Your answer needs to include each line of the records in which the string "input" can be found.

(Stored items)
=== Section Start ===

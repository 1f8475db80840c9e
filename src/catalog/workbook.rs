//! Reading a sheet of a workbook (.xlsx, .xlsm, .xlsb, .xls, .ods, by
//! calamine) as the records of our delimited text, so catalogues and
//! schedules in workbooks go through exactly the readers, header and unit
//! rules of CSV input.
//!
//! Each sheet row becomes one line (line L is sheet row L), each cell one
//! field (field C is the C-th column from the sheet's first used column),
//! so every position the text readers report is a cell: the location
//! carries the [`Sheet`] and is shown as `Sheet1!C7`.
//!
//! Cells: a number is written as the shortest decimal that reads back to
//! the same value (0.1 stays 0.1, 250.0 is 250); text is quoted; an empty
//! cell is an empty field. A TRUE/FALSE, error, date, time or duration
//! cell is refused at its cell (notes excepted), as is a line break in a
//! text cell (it would move the rows of every later line) and a value to
//! the right of the header's last column. A row whose first cell is text
//! starting with `#` is a comment, as a CSV line starting with `#` is; a
//! row of empty cells is blank. Columns whose header starts with `note`
//! are ignored by both readers: their cells are kept as text when they are
//! text or numbers, left empty otherwise, and line breaks in them become
//! spaces.

use crate::error::{Error, Location, Result, Sheet};
use calamine::{Data, Reader};
use std::fmt::Write as _;
use std::path::Path;

/// File name endings read as workbooks (compared without case).
pub const EXTENSIONS: &[&str] = &["xlsx", "xlsm", "xlsb", "xls", "ods"];

/// Does this path name a workbook (by its ending)?
pub fn is_workbook(path: &Path) -> bool {
    path.extension()
        .and_then(|e| e.to_str())
        .is_some_and(|e| EXTENSIONS.iter().any(|x| x.eq_ignore_ascii_case(e)))
}

/// A path as given, split into the file and the sheet it names: `FILE#SHEET`
/// where FILE names a workbook and the whole path is not itself a file.
pub fn split_sheet(path: &Path) -> (std::path::PathBuf, Option<String>) {
    let text = path.to_string_lossy();
    if !path.exists()
        && let Some((file, sheet)) = text.rsplit_once('#')
        && is_workbook(Path::new(file))
    {
        return (file.into(), Some(sheet.to_string()));
    }
    (path.to_path_buf(), None)
}

/// A sheet read as delimited text (comma-separated, one line per row).
#[derive(Debug)]
pub struct SheetText {
    pub bytes: Vec<u8>,
    pub sheet: Sheet,
}

/// Read the sheet `name` (the first sheet when None) of the workbook at
/// `path`; `shown` names it in messages.
pub fn read_sheet(path: &Path, shown: &str, name: Option<&str>) -> Result<SheetText> {
    let bad = |why: String| {
        Error::io(
            shown,
            std::io::Error::new(std::io::ErrorKind::InvalidData, why),
        )
    };
    let mut book = calamine::open_workbook_auto(path).map_err(|e| match e {
        calamine::Error::Io(e) => Error::io(shown, e),
        e => bad(format!("cannot be read as a workbook: {e}")),
    })?;
    let names = book.sheet_names();
    let listed = || {
        names
            .iter()
            .map(|n| format!("'{n}'"))
            .collect::<Vec<_>>()
            .join(", ")
    };
    let chosen = match name {
        None => names
            .first()
            .cloned()
            .ok_or_else(|| Error::input(Location::in_file(shown), "the workbook has no sheets"))?,
        Some(n) => names.iter().find(|s| *s == n).cloned().ok_or_else(|| {
            Error::input(
                Location::in_file(shown),
                format!(
                    "no sheet named '{n}' (FILE#SHEET): expected one of {}",
                    listed()
                ),
            )
        })?,
    };
    let range = book
        .worksheet_range(&chosen)
        .map_err(|e| bad(format!("sheet '{chosen}' cannot be read: {e}")))?;
    let (row0, col0) = range.start().unwrap_or((0, 0));
    let sheet = Sheet {
        name: chosen,
        first_column: col0 as u64 + 1,
    };
    let rows: Vec<&[Data]> = range.rows().collect();
    let bytes = text_of(
        &rows,
        row0 as u64,
        &Location::in_file(shown).in_sheet(Some(sheet.clone())),
    )?;
    Ok(SheetText { bytes, sheet })
}

/// Is this row's first cell text starting with `#` (a comment)?
fn is_comment(row: &[Data]) -> bool {
    matches!(row.first(), Some(Data::String(s)) if s.starts_with('#'))
}

fn is_blank(row: &[Data]) -> bool {
    row.iter().all(|c| matches!(c, Data::Empty))
}

/// The sheet's rows (the first is sheet row `row0 + 1`) as delimited text.
fn text_of(rows: &[&[Data]], row0: u64, at: &Location) -> Result<Vec<u8>> {
    // The header: the first row that is neither blank nor a comment. Its
    // last non-empty cell ends every row; note columns are found by name.
    let header = rows.iter().find(|r| !is_blank(r) && !is_comment(r));
    let width = header.map_or(0, |h| {
        h.iter()
            .rposition(|c| !matches!(c, Data::Empty))
            .map_or(0, |k| k + 1)
    });
    let notes: Vec<bool> = (0..width)
        .map(|k| {
            header.is_some_and(|h| {
                matches!(&h[k], Data::String(s) if s.trim().to_ascii_lowercase().starts_with("note"))
            })
        })
        .collect();
    // Rows above the used range are blank lines, so line L is row L.
    let mut out = vec![b'\n'; row0 as usize];
    let mut errors = Vec::new();
    for (k, row) in rows.iter().enumerate() {
        let line = row0 + k as u64 + 1;
        if is_comment(row) {
            out.extend_from_slice(b"#\n");
            continue;
        }
        if is_blank(row) {
            out.push(b'\n');
            continue;
        }
        let cell_at = |c: usize| at.clone().with_line(line).with_column(c as u64 + 1);
        if let Some(c) = row
            .iter()
            .enumerate()
            .skip(width)
            .find(|(_, d)| !matches!(d, Data::Empty))
            .map(|(c, _)| c)
        {
            errors.push(Error::input(
                cell_at(c),
                format!(
                    "a value to the right of the header's last column ({}): expected an empty cell, or a header for this column",
                    crate::error::column_letters(
                        width as u64 + at.sheet.as_ref().map_or(1, |s| s.first_column) - 1
                    )
                ),
            ));
            out.push(b'\n');
            continue;
        }
        let mut line_text = String::new();
        for (c, &note) in notes.iter().enumerate() {
            if c > 0 {
                line_text.push(',');
            }
            let cell = row.get(c).unwrap_or(&Data::Empty);
            match cell_field(cell, note) {
                Ok(field) => line_text.push_str(&field),
                Err(why) => errors.push(Error::input(cell_at(c), why)),
            }
        }
        out.extend_from_slice(line_text.as_bytes());
        out.push(b'\n');
    }
    match errors.len() {
        0 => Ok(out),
        1 => Err(errors.remove(0)),
        _ => Err(Error::Many(errors)),
    }
}

/// One cell as a field of our delimited text, or why it cannot be one.
fn cell_field(cell: &Data, note: bool) -> std::result::Result<String, String> {
    let quoted = |s: &str| {
        if s.is_empty() {
            String::new()
        } else {
            format!("\"{}\"", s.replace('"', "\"\""))
        }
    };
    Ok(match cell {
        Data::Empty => String::new(),
        // Rust writes the shortest decimal that reads back to the same
        // number, never with an exponent: 0.1 is "0.1", 250.0 is "250".
        Data::Float(v) if v.is_finite() => {
            let mut s = String::new();
            let _ = write!(s, "{v}");
            s
        }
        Data::Float(_) => return Err("not a finite number".into()),
        Data::Int(v) => v.to_string(),
        Data::String(s) if note => quoted(&s.replace(['\r', '\n'], " ")),
        Data::String(s) if s.contains(['\r', '\n']) => {
            return Err("the text has a line break: expected one line of text in this cell".into());
        }
        Data::String(s) => quoted(s),
        _ if note => String::new(),
        Data::Bool(b) => {
            return Err(format!(
                "a {} (true/false) cell: expected a number, or text such as yes or no",
                if *b { "TRUE" } else { "FALSE" }
            ));
        }
        Data::Error(e) => {
            return Err(format!(
                "an error cell ({e}): expected a number or text (fix the formula)"
            ));
        }
        Data::DateTime(_) | Data::DateTimeIso(_) => {
            return Err(
                "a date or time cell: expected a number or text (format the cell as a number)"
                    .into(),
            );
        }
        Data::DurationIso(_) => {
            return Err(
                "a duration cell: expected a number or text (format the cell as a number)".into(),
            );
        }
    })
}

#[cfg(test)]
mod tests {
    use super::*;

    #[test]
    fn numbers_read_back_exactly() {
        // Rust's f64 Display is the shortest round-trip decimal (std docs).
        for v in [
            0.1,
            250.0,
            1e-7,
            123456789.125,
            7.85e-6,
            0.30000000000000004,
        ] {
            let s = cell_field(&Data::Float(v), false).unwrap();
            assert!(!s.contains('e'), "{s}");
            assert_eq!(s.parse::<f64>().unwrap().to_bits(), v.to_bits(), "{s}");
        }
        assert_eq!(cell_field(&Data::Float(250.0), false).unwrap(), "250");
        assert_eq!(cell_field(&Data::Float(0.1), false).unwrap(), "0.1");
    }

    #[test]
    fn letters() {
        use crate::error::column_letters;
        assert_eq!(column_letters(1), "A");
        assert_eq!(column_letters(26), "Z");
        assert_eq!(column_letters(27), "AA");
        assert_eq!(column_letters(702), "ZZ");
        assert_eq!(column_letters(703), "AAA");
    }
}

=== Section End ===

▶ SOLUTION
//! rules of CSV input.
            .ok_or_else(|| Error::input(Location::in_file(shown), "the workbook has no sheets"))?,
            Error::input(
            errors.push(Error::input(
                Err(why) => errors.push(Error::input(cell_at(c), why)),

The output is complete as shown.